LIM kinase 1 (LIMK1) and p21-activated kinase 4 (PAK4) are often over-expressed in breast tumors, which causes aggressive cancer phenotypes and unfavorable clinical outcomes. In addition to the well-defined role in regulating cell division, proliferation and invasion, the two kinases promote activation of the MAPK pathway and cause endocrine resistance through phosphorylating estrogen receptor alpha (ERα). PAK4 specifically phosphorylates LIMK1 and its functional partners, indicating possible value of suppressing both kinases in cancers that over-express PAK4 and/or LIMK1. Here, for the first time, we assessed the impact of combining LIMK1 inhibitor LIMKi 3 and PAK4 inhibitor PF-3758309 in preclinical breast cancer models. LIMK1 and PAK4 pharmacological inhibition synergistically reduced the survival of various cancer cell lines, exhibiting specific efficacy in luminal and HER2-enriched models, and suppressed development and ERα-driven signals in a BT474 xenograft model. In silico analysis demonstrated the cell lines with reliance on LIMK1 were the most prone to be susceptible to PAK4 inhibition. Double LIMK1 and PAK4 targeting therapy can be a successful therapeutic strategy for breast cancer, with a unique efficiency in the subtypes of luminal and HER2-enriched tumors.
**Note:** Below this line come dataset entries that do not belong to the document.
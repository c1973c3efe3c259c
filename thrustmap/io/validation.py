"""Row verdicts for readers that never drop data: reason codes, flags and rejects tables.

A reader checks its rows in order of precedence; each row keeps the first
reason it failed on, so every input row ends up either accepted (possibly with
warning flags) or rejected with exactly one reason, and the two tables together
account for every input row.
"""

from __future__ import annotations

from collections.abc import Callable

import numpy as np
import pandas as pd
from numpy.typing import ArrayLike, NDArray

__all__ = ["REASONS", "FLAGS", "RowVerdicts", "join_flags", "reason_counts"]

# reason code -> (what is wrong, what is accepted)
REASONS: dict[str, tuple[str, str]] = {
    "empty_row": ("the row is empty", "a row with coordinates and an attitude"),
    "duplicate_row": ("the row repeats an earlier row exactly", "each measurement once"),
    "missing_coordinates": (
        "coordinates are missing or not finite numbers",
        "numeric coordinates in the CRS (or a point geometry)",
    ),
    "not_a_point": ("the geometry is not a point", "a Point geometry"),
    "outside_crs_area": (
        "the position lies outside the area of use of the CRS",
        "coordinates inside the CRS's area of use (check the CRS and the x/y order)",
    ),
    "unknown_feature": (
        "unknown feature type",
        "bedding, cleavage, foliation, fault, thrust, joint, vein, axial_plane, "
        "hinge_line, lineation, slickenline, intersection_lineation (or a common synonym)",
    ),
    "missing_attitude": (
        "no attitude given",
        "strike or dip direction with dip for planes, trend and plunge (or a rake) for lines",
    ),
    "unparseable": (
        "the value cannot be read",
        "numbers, or notations such as 030/45, 030/45SE, N30E 45SE, N-S 30E, 045/30, N30E 20",
    ),
    "dip_out_of_range": ("dip outside 0-90 degrees", "a dip from 0 to 90 degrees"),
    "plunge_out_of_range": ("plunge outside 0-90 degrees", "a plunge from 0 to 90 degrees"),
    "azimuth_out_of_range": (
        "azimuth outside 0-360 degrees (or a quadrant angle over 90)",
        "an azimuth from 0 to 360 degrees, or a quadrant bearing such as N30E",
    ),
    "letter_contradicts_strike": (
        "the dip-direction letter cannot match the strike",
        "a letter on one side of the strike, e.g. 030/45SE or 030/45NW",
    ),
    "rake_out_of_range": (
        "rake outside 0-180 degrees",
        "a rake from 0 to 180 degrees, e.g. 35 or 35N",
    ),
    "bad_date": (
        "the survey date is missing, unreadable or outside the geomagnetic model's period",
        "an ISO date such as 2024-05-17 within the IGRF period",
    ),
    "bad_declination": (
        "the declination is missing or not a number from -180 to 180",
        "degrees, east positive, e.g. 3.5 or -12",
    ),
}

# flag -> meaning, for accepted rows
FLAGS: dict[str, str] = {
    "dip_zero": "horizontal plane: its dip direction is arbitrary",
    "dip_vertical": "vertical plane: either side could be named the dip direction",
    "plunge_vertical": "vertical line: its trend is arbitrary",
    "azimuth_360": "azimuth 360 read as 0",
    "feature_default": "feature cell empty: the default feature was used",
}


def join_flags(flags: dict[str, ArrayLike], n: int) -> NDArray[np.object_]:
    """Comma-separated flag names per row, ``""`` where none is set.

    Examples
    --------
    >>> join_flags({"dip_zero": [True, False], "azimuth_360": [True, True]}, 2).tolist()
    ['dip_zero,azimuth_360', 'azimuth_360']
    """
    out = np.full(n, "", dtype=object)
    for name, mask in flags.items():
        idx = np.flatnonzero(np.asarray(mask, dtype=bool))
        out[idx] = [f"{old},{name}" if old else name for old in out[idx]]
    return out


class RowVerdicts:
    """First failing reason per row, with the field, value and detail behind it.

    Parameters
    ----------
    n : int
        Number of rows.

    Examples
    --------
    >>> v = RowVerdicts(3)
    >>> v.reject([False, True, True], "dip_out_of_range", "Dip", ["10", "95", "-3"])
    >>> v.reject([True, True, False], "duplicate_row", "", "")
    >>> v.reason.tolist(), v.ok.tolist()
    (['duplicate_row', 'dip_out_of_range', 'dip_out_of_range'], [False, False, False])
    """

    def __init__(self, n: int) -> None:
        self.reason = np.full(n, "", dtype=object)
        self.field = np.full(n, "", dtype=object)
        self.value = np.full(n, "", dtype=object)
        self.detail = np.full(n, "", dtype=object)
        self._ok = np.ones(n, dtype=bool)

    @property
    def ok(self) -> NDArray[np.bool_]:
        """Rows not rejected so far (a copy)."""
        return self._ok.copy()

    def reject(
        self,
        mask: ArrayLike,
        reason: str,
        field: ArrayLike,
        value: ArrayLike | Callable[[], ArrayLike],
        detail: ArrayLike = "",
    ) -> None:
        """Reject the rows in ``mask`` that have no reason yet.

        ``field``, ``value`` and ``detail`` are scalars or per-row arrays, stored
        as text; ``value`` may also be a function returning them, called only when
        a row is rejected (building the text of a long column costs time).
        """
        if reason not in REASONS:
            raise KeyError(f"unknown reason code {reason!r}")
        m = np.asarray(mask, dtype=bool) & self._ok
        if not m.any():
            return
        self._ok &= ~m
        if callable(value):
            value = value()
        n = m.size
        self.reason[m] = reason
        for store, given in ((self.field, field), (self.value, value), (self.detail, detail)):
            arr = np.broadcast_to(np.asarray(given, dtype=object), (n,))
            store[m] = [_text(v) for v in arr[m]]

    def messages(self, rows: ArrayLike, where: str) -> NDArray[np.object_]:
        """One message per rejected row: place, row, field, value, problem, what is accepted.

        Parameters
        ----------
        rows : array_like of int
            1-based source row per row.
        where : str
            Place prefix, e.g. ``"file sheet.csv"``.
        """
        bad = ~self.ok
        out = np.full(self.reason.size, "", dtype=object)
        row_arr = np.asarray(rows)
        for i in np.flatnonzero(bad):
            problem, accepted = REASONS[self.reason[i]]
            detail = f" ({self.detail[i]})" if self.detail[i] else ""
            field = f", field {self.field[i]!r}" if self.field[i] else ""
            value = f", value {self.value[i]!r}" if self.field[i] else ""
            out[i] = (
                f"{where}, row {row_arr[i]}{field}{value}: {problem}{detail}; accepted: {accepted}"
            )
        return out


def _text(value: object) -> str:
    if value is None:
        return ""
    if isinstance(value, float) and np.isnan(value):
        return ""
    return str(value)


def reason_counts(reasons: ArrayLike) -> dict[str, int]:
    """Count of each reason code present, in the order of :data:`REASONS`."""
    counts = pd.Series(np.asarray(reasons, dtype=object)).value_counts()
    return {code: int(counts[code]) for code in REASONS if code in counts.index}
LIM激酶1（LIMK1）和p21激活的激酶4（PAK4）在乳腺癌中通常过表达，这会导致侵袭性的癌症表型和不良的临床结果。除了在调节细胞分裂，增殖和侵袭中的明确作用外，这两种激酶还通过磷酸化雌激素受体α（ERα）促进MAPK途径的活化并引起内分泌抵抗。PAK4特异性磷酸化LIMK1及其功能伙伴，表明在过度表达PAK4和/或LIMK1的癌症中抑制这两种激酶的可能价值。在这里，我们首次评估了LIMK1抑制剂LIMKi 3和PAK4抑制剂PF-3758309联合在临床前乳腺癌模型中的影响。LIMK1和PAK4的药理抑制作用协同降低了多种癌细胞的存活，在管腔和富含HER2的模型中显示出特定的功效，并在BT474异种移植模型中抑制发育和ERα驱动的信号。计算机分析表明，依赖LIMK1的细胞系最容易受到PAK4抑制的影响。LIMK1和PAK4双重靶向治疗可能是成功的乳腺癌治疗策略，在管腔和富含HER2的肿瘤亚型中具有独特的功效。